▸ REQUIREMENT
For the word "windings", give the number of lines in these entries that contain it, with nothing else.

▸ DATA

==*==

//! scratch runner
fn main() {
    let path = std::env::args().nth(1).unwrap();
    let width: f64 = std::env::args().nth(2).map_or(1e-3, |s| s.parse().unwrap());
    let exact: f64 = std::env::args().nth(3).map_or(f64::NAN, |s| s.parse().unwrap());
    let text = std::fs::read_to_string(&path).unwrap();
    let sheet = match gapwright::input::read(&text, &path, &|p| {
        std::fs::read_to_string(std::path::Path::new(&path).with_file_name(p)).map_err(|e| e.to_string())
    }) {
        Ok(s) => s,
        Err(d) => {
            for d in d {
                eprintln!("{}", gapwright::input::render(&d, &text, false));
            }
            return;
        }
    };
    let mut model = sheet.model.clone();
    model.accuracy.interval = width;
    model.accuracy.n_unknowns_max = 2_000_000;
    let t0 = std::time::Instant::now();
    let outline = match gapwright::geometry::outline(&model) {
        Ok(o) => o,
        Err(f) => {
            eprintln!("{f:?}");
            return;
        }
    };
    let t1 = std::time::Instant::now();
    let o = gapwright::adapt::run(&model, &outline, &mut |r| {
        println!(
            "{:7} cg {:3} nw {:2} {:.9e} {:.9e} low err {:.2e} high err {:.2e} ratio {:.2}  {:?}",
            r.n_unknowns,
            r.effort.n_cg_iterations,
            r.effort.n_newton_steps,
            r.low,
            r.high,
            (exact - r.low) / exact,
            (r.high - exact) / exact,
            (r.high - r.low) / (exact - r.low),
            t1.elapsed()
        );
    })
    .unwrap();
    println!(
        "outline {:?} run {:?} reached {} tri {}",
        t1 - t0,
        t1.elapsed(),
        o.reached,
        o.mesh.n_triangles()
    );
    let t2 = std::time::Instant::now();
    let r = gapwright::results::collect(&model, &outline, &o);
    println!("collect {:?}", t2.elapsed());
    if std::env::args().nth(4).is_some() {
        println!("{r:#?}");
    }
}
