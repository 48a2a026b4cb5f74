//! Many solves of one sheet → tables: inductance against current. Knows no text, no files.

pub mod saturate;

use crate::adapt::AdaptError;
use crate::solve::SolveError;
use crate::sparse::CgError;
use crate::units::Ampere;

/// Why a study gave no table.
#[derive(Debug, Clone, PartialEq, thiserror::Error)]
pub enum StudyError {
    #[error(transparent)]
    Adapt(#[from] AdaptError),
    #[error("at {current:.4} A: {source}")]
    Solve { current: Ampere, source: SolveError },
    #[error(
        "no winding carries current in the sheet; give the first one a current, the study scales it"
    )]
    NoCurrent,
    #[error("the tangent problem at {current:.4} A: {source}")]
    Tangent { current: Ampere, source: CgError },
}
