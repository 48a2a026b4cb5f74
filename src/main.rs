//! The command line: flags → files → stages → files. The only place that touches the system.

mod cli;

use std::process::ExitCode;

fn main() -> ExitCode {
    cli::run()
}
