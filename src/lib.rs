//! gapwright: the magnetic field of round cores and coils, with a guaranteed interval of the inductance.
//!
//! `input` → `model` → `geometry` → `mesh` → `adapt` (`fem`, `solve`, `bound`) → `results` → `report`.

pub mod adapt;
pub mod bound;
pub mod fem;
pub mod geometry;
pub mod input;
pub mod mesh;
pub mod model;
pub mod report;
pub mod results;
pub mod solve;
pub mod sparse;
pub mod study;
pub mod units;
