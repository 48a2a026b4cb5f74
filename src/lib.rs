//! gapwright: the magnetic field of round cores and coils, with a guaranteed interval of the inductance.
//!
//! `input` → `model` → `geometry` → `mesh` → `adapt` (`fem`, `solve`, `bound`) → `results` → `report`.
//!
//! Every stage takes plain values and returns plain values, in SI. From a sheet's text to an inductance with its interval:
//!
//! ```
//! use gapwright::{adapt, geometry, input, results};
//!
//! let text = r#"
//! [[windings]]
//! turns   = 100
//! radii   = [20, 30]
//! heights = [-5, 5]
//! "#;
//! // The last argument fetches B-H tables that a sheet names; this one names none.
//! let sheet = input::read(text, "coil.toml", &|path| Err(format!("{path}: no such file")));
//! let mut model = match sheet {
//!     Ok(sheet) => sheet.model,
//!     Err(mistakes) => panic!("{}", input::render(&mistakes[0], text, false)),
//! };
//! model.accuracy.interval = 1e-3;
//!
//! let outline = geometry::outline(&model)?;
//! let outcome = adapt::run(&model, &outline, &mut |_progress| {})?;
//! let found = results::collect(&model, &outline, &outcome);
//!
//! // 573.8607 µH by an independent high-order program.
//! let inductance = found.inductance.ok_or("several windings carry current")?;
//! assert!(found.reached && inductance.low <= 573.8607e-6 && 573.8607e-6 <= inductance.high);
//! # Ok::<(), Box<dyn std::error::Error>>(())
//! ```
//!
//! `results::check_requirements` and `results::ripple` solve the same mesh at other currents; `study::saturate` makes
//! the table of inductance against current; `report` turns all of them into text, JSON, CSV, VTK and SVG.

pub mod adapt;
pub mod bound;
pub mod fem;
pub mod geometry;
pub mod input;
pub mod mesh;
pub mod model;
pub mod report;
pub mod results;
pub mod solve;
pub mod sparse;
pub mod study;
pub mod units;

==*==

▸ EXERCISE ANSWER
2